_Work item:_ Return the following from the records below: each line, word for word, starting with the line that contains "a seat's ride" and going on through the line that contains "roughride tune --vehicle bus.toml", with nothing outside that range.

Stored data entries
============================================================

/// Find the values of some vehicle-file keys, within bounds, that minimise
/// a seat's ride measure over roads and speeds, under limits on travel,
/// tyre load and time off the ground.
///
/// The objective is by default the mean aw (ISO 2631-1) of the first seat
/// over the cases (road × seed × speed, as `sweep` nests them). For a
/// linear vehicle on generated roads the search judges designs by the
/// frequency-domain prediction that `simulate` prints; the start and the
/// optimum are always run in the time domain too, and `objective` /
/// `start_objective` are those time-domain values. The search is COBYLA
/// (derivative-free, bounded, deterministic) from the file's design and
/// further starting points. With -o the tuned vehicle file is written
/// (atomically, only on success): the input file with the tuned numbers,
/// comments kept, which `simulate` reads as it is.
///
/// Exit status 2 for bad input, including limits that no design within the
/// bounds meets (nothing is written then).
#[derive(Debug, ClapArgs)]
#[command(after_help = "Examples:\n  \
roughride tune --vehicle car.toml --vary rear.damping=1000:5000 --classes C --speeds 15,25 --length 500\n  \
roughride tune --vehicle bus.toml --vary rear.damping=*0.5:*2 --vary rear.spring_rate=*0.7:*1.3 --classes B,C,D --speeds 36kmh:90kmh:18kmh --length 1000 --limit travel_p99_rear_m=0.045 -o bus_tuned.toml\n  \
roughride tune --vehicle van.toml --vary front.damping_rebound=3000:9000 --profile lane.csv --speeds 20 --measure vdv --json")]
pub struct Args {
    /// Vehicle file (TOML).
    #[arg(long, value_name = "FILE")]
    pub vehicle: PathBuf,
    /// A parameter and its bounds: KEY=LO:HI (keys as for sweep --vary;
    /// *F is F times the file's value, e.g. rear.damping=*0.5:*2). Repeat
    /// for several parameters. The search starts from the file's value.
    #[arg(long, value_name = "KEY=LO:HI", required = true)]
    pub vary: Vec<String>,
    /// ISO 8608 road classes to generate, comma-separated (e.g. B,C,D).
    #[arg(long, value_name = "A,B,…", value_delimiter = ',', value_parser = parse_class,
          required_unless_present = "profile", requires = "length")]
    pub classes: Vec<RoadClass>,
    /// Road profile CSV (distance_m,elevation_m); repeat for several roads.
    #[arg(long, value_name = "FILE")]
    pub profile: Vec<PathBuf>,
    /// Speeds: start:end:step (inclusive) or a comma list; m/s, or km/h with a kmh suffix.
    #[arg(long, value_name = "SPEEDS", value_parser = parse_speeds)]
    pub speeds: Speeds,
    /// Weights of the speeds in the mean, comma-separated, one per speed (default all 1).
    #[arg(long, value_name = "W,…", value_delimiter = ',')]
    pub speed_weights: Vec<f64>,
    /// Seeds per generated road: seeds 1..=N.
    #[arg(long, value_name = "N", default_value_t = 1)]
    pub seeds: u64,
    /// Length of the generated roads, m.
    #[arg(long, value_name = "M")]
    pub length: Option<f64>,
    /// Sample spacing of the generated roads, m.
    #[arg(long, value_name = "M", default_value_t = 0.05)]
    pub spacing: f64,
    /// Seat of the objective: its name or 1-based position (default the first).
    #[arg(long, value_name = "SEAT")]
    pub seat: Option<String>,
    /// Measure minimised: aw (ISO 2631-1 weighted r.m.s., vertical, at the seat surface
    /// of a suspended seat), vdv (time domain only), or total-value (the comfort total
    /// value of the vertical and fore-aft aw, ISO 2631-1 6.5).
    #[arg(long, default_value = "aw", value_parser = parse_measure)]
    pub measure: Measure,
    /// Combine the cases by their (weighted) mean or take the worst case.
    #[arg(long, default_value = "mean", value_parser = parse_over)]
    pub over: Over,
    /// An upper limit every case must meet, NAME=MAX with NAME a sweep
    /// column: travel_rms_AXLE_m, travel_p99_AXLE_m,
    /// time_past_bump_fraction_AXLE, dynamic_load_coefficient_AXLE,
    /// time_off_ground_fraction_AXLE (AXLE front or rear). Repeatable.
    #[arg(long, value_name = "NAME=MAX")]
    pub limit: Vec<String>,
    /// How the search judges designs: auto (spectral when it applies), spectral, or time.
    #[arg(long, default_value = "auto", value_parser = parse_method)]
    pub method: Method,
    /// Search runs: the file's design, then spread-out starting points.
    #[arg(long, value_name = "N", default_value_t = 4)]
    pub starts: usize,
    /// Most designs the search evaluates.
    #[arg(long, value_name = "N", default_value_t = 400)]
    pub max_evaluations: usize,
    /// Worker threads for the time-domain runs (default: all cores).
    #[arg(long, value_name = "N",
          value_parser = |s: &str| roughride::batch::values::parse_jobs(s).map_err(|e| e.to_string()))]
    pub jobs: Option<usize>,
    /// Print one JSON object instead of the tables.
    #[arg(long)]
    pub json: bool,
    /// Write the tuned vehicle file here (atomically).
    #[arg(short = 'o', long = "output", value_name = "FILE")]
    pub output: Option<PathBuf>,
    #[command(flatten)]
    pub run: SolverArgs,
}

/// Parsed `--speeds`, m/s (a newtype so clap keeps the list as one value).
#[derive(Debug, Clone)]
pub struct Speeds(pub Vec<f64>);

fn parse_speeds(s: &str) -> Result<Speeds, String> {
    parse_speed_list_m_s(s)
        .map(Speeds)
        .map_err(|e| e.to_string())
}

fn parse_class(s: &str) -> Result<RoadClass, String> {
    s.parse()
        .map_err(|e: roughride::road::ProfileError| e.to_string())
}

============================================================

_Response to the task:_
/// a seat's ride measure over roads and speeds, under limits on travel,
/// tyre load and time off the ground.
///
/// The objective is by default the mean aw (ISO 2631-1) of the first seat
/// over the cases (road × seed × speed, as `sweep` nests them). For a
/// linear vehicle on generated roads the search judges designs by the
/// frequency-domain prediction that `simulate` prints; the start and the
/// optimum are always run in the time domain too, and `objective` /
/// `start_objective` are those time-domain values. The search is COBYLA
/// (derivative-free, bounded, deterministic) from the file's design and
/// further starting points. With -o the tuned vehicle file is written
/// (atomically, only on success): the input file with the tuned numbers,
/// comments kept, which `simulate` reads as it is.
///
/// Exit status 2 for bad input, including limits that no design within the
/// bounds meets (nothing is written then).
#[derive(Debug, ClapArgs)]
#[command(after_help = "Examples:\n  \
roughride tune --vehicle car.toml --vary rear.damping=1000:5000 --classes C --speeds 15,25 --length 500\n  \
roughride tune --vehicle bus.toml --vary rear.damping=*0.5:*2 --vary rear.spring_rate=*0.7:*1.3 --classes B,C,D --speeds 36kmh:90kmh:18kmh --length 1000 --limit travel_p99_rear_m=0.045 -o bus_tuned.toml\n  \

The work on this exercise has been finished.